— YOUR OBJECTIVE —
Restate the records in full, so that each line matches the original exactly.

— DATA RECORDS —

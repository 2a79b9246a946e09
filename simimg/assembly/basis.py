"""Which source of a scene has which PSF: by spectrum, by place in the field, by being followed.

The members of the basis are the PSFs of a few spectra at a few places, once as they are and, where
the telescope follows an object, once drawn out with the stars. A source's weights are the product
of its shares in each.
"""

from __future__ import annotations

from collections.abc import Callable

import numpy as np

from simimg.arrays import AnyArray, FloatArray
from simimg.assembly.aperture import Aperture
from simimg.assembly.colours import KELVIN, Palette, colour_keys
from simimg.assembly.correction import Corrector
from simimg.assembly.fieldplaces import field_places, field_unit
from simimg.assembly.motion import drawn_out, followed_trail
from simimg.assembly.places import field_geometry
from simimg.imaging.basis import PsfBasis, Transfer
from simimg.imaging.sources import Points
from simimg.light.colours import ColourMembers
from simimg.scene.model import Scene

FOLLOWED = 1_000_000
"""Added to the kind of a source that the telescope follows."""

Delivered = Callable[[FloatArray, tuple[float, float] | None], Transfer]
StarTransfer = Callable[[int, float, float], Transfer]
"""PSF, with the pixel, of a kind of source at a place of the detector (pixels)."""


def scene_basis(
    scene: Scene,
    palette: Palette,
    aperture: Aperture,
    wavelengths: FloatArray,
    delivered: Delivered,
    *,
    corrector: Corrector | None = None,
) -> tuple[PsfBasis, Transfer, StarTransfer]:
    """The basis of a scene, the PSF of its first object in the middle of the field, and any star's.

    Parameters
    ----------
    scene : Scene
    palette : Palette
    aperture : Aperture
    wavelengths : ndarray
        Nodes of the band (m).
    delivered : callable
        PSF of weights of the nodes at a place of the field, without pixel.
    corrector : Corrector, optional
        The corrected air.

    Returns
    -------
    basis : PsfBasis
        With the pixel, where the scene has one.
    focal : Transfer
        Without.
    star : callable
        The PSF of one kind of source at one place, worked out there and not mixed from members.
    """
    first = first_kind(scene, palette)
    own = [palette.weights(spectrum, wavelengths) for spectrum in palette.spectra]
    shared = palette.members(wavelengths) if _catalogue_colours(scene) else None
    weights = [*own, *(shared.weights if shared is not None else ())]
    places, mix_places = field_places(scene, aperture, corrector)
    focal = delivered(own[first], None)
    trail = followed_trail(scene)
    followed = trail != (0.0, 0.0)
    used = _used(scene, palette, shared)
    members: list[Transfer] = []
    for place in places:
        for colour in used:
            if place is None and colour == first:
                one = focal
            else:
                one = delivered(np.asarray(weights[colour]), place)
            members.append(drawn_out(one, trail))
            if followed:
                members.append(one)
    scale = scene.pixel_scale
    if scale is not None:
        members = [member.with_pixel(scale) for member in members]
    star = _star(scene, palette, aperture, wavelengths, delivered)
    focal = drawn_out(focal, trail)
    if len(members) == 1:
        return PsfBasis((members[0],)), focal, one_for_all(members[0])

    def weigh(points: Points) -> FloatArray:
        kind = points.kind % FOLLOWED
        shares = _colour_shares(kind, used, len(own), shared)
        where = mix_places(points)
        together = where[:, :, None] * shares[:, None, :]
        if followed:
            still = (points.kind >= FOLLOWED).astype(np.float64)
            pair = np.stack([1.0 - still, still], axis=1)
            together = together[:, :, :, None] * pair[:, None, None, :]
        return np.asarray(together.reshape(len(points), -1))

    return PsfBasis(tuple(members), weigh), focal, star


def one_for_all(transfer: Transfer) -> StarTransfer:
    """The PSF of every kind at every place, where there is but one."""

    def star(kind: int, x: float, y: float) -> Transfer:  # noqa: ARG001
        return transfer

    return star


def _star(
    scene: Scene,
    palette: Palette,
    aperture: Aperture,
    wavelengths: FloatArray,
    delivered: Delivered,
) -> StarTransfer:
    """The PSF of one kind of source at one place; each is worked out once."""
    trail, scale, geometry = followed_trail(scene), scene.pixel_scale, field_geometry(scene)
    unit = field_unit(scene, aperture)
    kept: dict[tuple[int, tuple[float, float] | None], Transfer] = {}

    def star(kind: int, x: float, y: float) -> Transfer:
        place = None
        if unit is not None:
            place = (x - geometry.centre[0]) / unit, (y - geometry.centre[1]) / unit
        key = kind, place
        if key not in kept:
            weights = palette.weights(palette.spectrum(kind % FOLLOWED), wavelengths)
            made = delivered(weights, place)
            if kind < FOLLOWED:
                made = drawn_out(made, trail)
            kept[key] = made if scale is None else made.with_pixel(scale)
        return kept[key]

    return star


def first_kind(scene: Scene, palette: Palette) -> int:
    """Kind of the first pair's first star, or else of the first object."""
    for one in (*scene.pair, *scene.objects):
        return palette.kinds[colour_keys(one)[0]]
    return 0


def _catalogue_colours(scene: Scene) -> bool:
    """True where a catalogue may bring temperatures, told from its columns or its first bytes."""
    return any(
        "temperature" in one.columns
        or (not one.columns and b"temperature" in scene.inputs[one.file].read()[:65536].lower())
        for one in scene.catalogue
    )


def _used(scene: Scene, palette: Palette, shared: ColourMembers | None) -> list[int]:
    """Members among the colours: the kinds that objects have, then the shared references."""
    kinds = {palette.kinds[key] for one in scene.objects for key in colour_keys(one)}
    if scene.catalogue or not kinds:
        kinds.add(0)
    count = len(palette.spectra)
    references = range(count, count + (len(shared.weights) if shared is not None else 0))
    return [*sorted(kinds), *references]


def _colour_shares(
    kind: AnyArray, used: list[int], count: int, shared: ColourMembers | None
) -> FloatArray:
    shares = np.zeros((kind.size, len(used)))
    for column, colour in enumerate(used):
        if colour < count:
            shares[:, column] = kind == colour
    stars = kind >= KELVIN
    if shared is not None and stars.any():
        first = sum(colour < count for colour in used)
        shares[stars, first:] = shared.mixture(kind[stars].astype(np.float64))
    return shares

— RESPONSE —
repository 2a79b9246a946e09
filename simimg/assembly/basis.py
"""Which source of a scene has which PSF: by spectrum, by place in the field, by being followed.

The members of the basis are the PSFs of a few spectra at a few places, once as they are and, where
the telescope follows an object, once drawn out with the stars. A source's weights are the product
of its shares in each.
"""

from __future__ import annotations

from collections.abc import Callable

import numpy as np

from simimg.arrays import AnyArray, FloatArray
from simimg.assembly.aperture import Aperture
from simimg.assembly.colours import KELVIN, Palette, colour_keys
from simimg.assembly.correction import Corrector
from simimg.assembly.fieldplaces import field_places, field_unit
from simimg.assembly.motion import drawn_out, followed_trail
from simimg.assembly.places import field_geometry
from simimg.imaging.basis import PsfBasis, Transfer
from simimg.imaging.sources import Points
from simimg.light.colours import ColourMembers
from simimg.scene.model import Scene

FOLLOWED = 1_000_000
"""Added to the kind of a source that the telescope follows."""

Delivered = Callable[[FloatArray, tuple[float, float] | None], Transfer]
StarTransfer = Callable[[int, float, float], Transfer]
"""PSF, with the pixel, of a kind of source at a place of the detector (pixels)."""


def scene_basis(
    scene: Scene,
    palette: Palette,
    aperture: Aperture,
    wavelengths: FloatArray,
    delivered: Delivered,
    *,
    corrector: Corrector | None = None,
) -> tuple[PsfBasis, Transfer, StarTransfer]:
    """The basis of a scene, the PSF of its first object in the middle of the field, and any star's.

    Parameters
    ----------
    scene : Scene
    palette : Palette
    aperture : Aperture
    wavelengths : ndarray
        Nodes of the band (m).
    delivered : callable
        PSF of weights of the nodes at a place of the field, without pixel.
    corrector : Corrector, optional
        The corrected air.

    Returns
    -------
    basis : PsfBasis
        With the pixel, where the scene has one.
    focal : Transfer
        Without.
    star : callable
        The PSF of one kind of source at one place, worked out there and not mixed from members.
    """
    first = first_kind(scene, palette)
    own = [palette.weights(spectrum, wavelengths) for spectrum in palette.spectra]
    shared = palette.members(wavelengths) if _catalogue_colours(scene) else None
    weights = [*own, *(shared.weights if shared is not None else ())]
    places, mix_places = field_places(scene, aperture, corrector)
    focal = delivered(own[first], None)
    trail = followed_trail(scene)
    followed = trail != (0.0, 0.0)
    used = _used(scene, palette, shared)
    members: list[Transfer] = []
    for place in places:
        for colour in used:
            if place is None and colour == first:
                one = focal
            else:
                one = delivered(np.asarray(weights[colour]), place)
            members.append(drawn_out(one, trail))
            if followed:
                members.append(one)
    scale = scene.pixel_scale
    if scale is not None:
        members = [member.with_pixel(scale) for member in members]
    star = _star(scene, palette, aperture, wavelengths, delivered)
    focal = drawn_out(focal, trail)
    if len(members) == 1:
        return PsfBasis((members[0],)), focal, one_for_all(members[0])

    def weigh(points: Points) -> FloatArray:
        kind = points.kind % FOLLOWED
        shares = _colour_shares(kind, used, len(own), shared)
        where = mix_places(points)
        together = where[:, :, None] * shares[:, None, :]
        if followed:
            still = (points.kind >= FOLLOWED).astype(np.float64)
            pair = np.stack([1.0 - still, still], axis=1)
            together = together[:, :, :, None] * pair[:, None, None, :]
        return np.asarray(together.reshape(len(points), -1))

    return PsfBasis(tuple(members), weigh), focal, star


def one_for_all(transfer: Transfer) -> StarTransfer:
    """The PSF of every kind at every place, where there is but one."""

    def star(kind: int, x: float, y: float) -> Transfer:  # noqa: ARG001
        return transfer

    return star


def _star(
    scene: Scene,
    palette: Palette,
    aperture: Aperture,
    wavelengths: FloatArray,
    delivered: Delivered,
) -> StarTransfer:
    """The PSF of one kind of source at one place; each is worked out once."""
    trail, scale, geometry = followed_trail(scene), scene.pixel_scale, field_geometry(scene)
    unit = field_unit(scene, aperture)
    kept: dict[tuple[int, tuple[float, float] | None], Transfer] = {}

    def star(kind: int, x: float, y: float) -> Transfer:
        place = None
        if unit is not None:
            place = (x - geometry.centre[0]) / unit, (y - geometry.centre[1]) / unit
        key = kind, place
        if key not in kept:
            weights = palette.weights(palette.spectrum(kind % FOLLOWED), wavelengths)
            made = delivered(weights, place)
            if kind < FOLLOWED:
                made = drawn_out(made, trail)
            kept[key] = made if scale is None else made.with_pixel(scale)
        return kept[key]

    return star


def first_kind(scene: Scene, palette: Palette) -> int:
    """Kind of the first pair's first star, or else of the first object."""
    for one in (*scene.pair, *scene.objects):
        return palette.kinds[colour_keys(one)[0]]
    return 0


def _catalogue_colours(scene: Scene) -> bool:
    """True where a catalogue may bring temperatures, told from its columns or its first bytes."""
    return any(
        "temperature" in one.columns
        or (not one.columns and b"temperature" in scene.inputs[one.file].read()[:65536].lower())
        for one in scene.catalogue
    )


def _used(scene: Scene, palette: Palette, shared: ColourMembers | None) -> list[int]:
    """Members among the colours: the kinds that objects have, then the shared references."""
    kinds = {palette.kinds[key] for one in scene.objects for key in colour_keys(one)}
    if scene.catalogue or not kinds:
        kinds.add(0)
    count = len(palette.spectra)
    references = range(count, count + (len(shared.weights) if shared is not None else 0))
    return [*sorted(kinds), *references]


def _colour_shares(
    kind: AnyArray, used: list[int], count: int, shared: ColourMembers | None
) -> FloatArray:
    shares = np.zeros((kind.size, len(used)))
    for column, colour in enumerate(used):
        if colour < count:
            shares[:, column] = kind == colour
    stars = kind >= KELVIN
    if shared is not None and stars.any():
        first = sum(colour < count for colour in used)
        shares[stars, first:] = shared.mixture(kind[stars].astype(np.float64))
    return shares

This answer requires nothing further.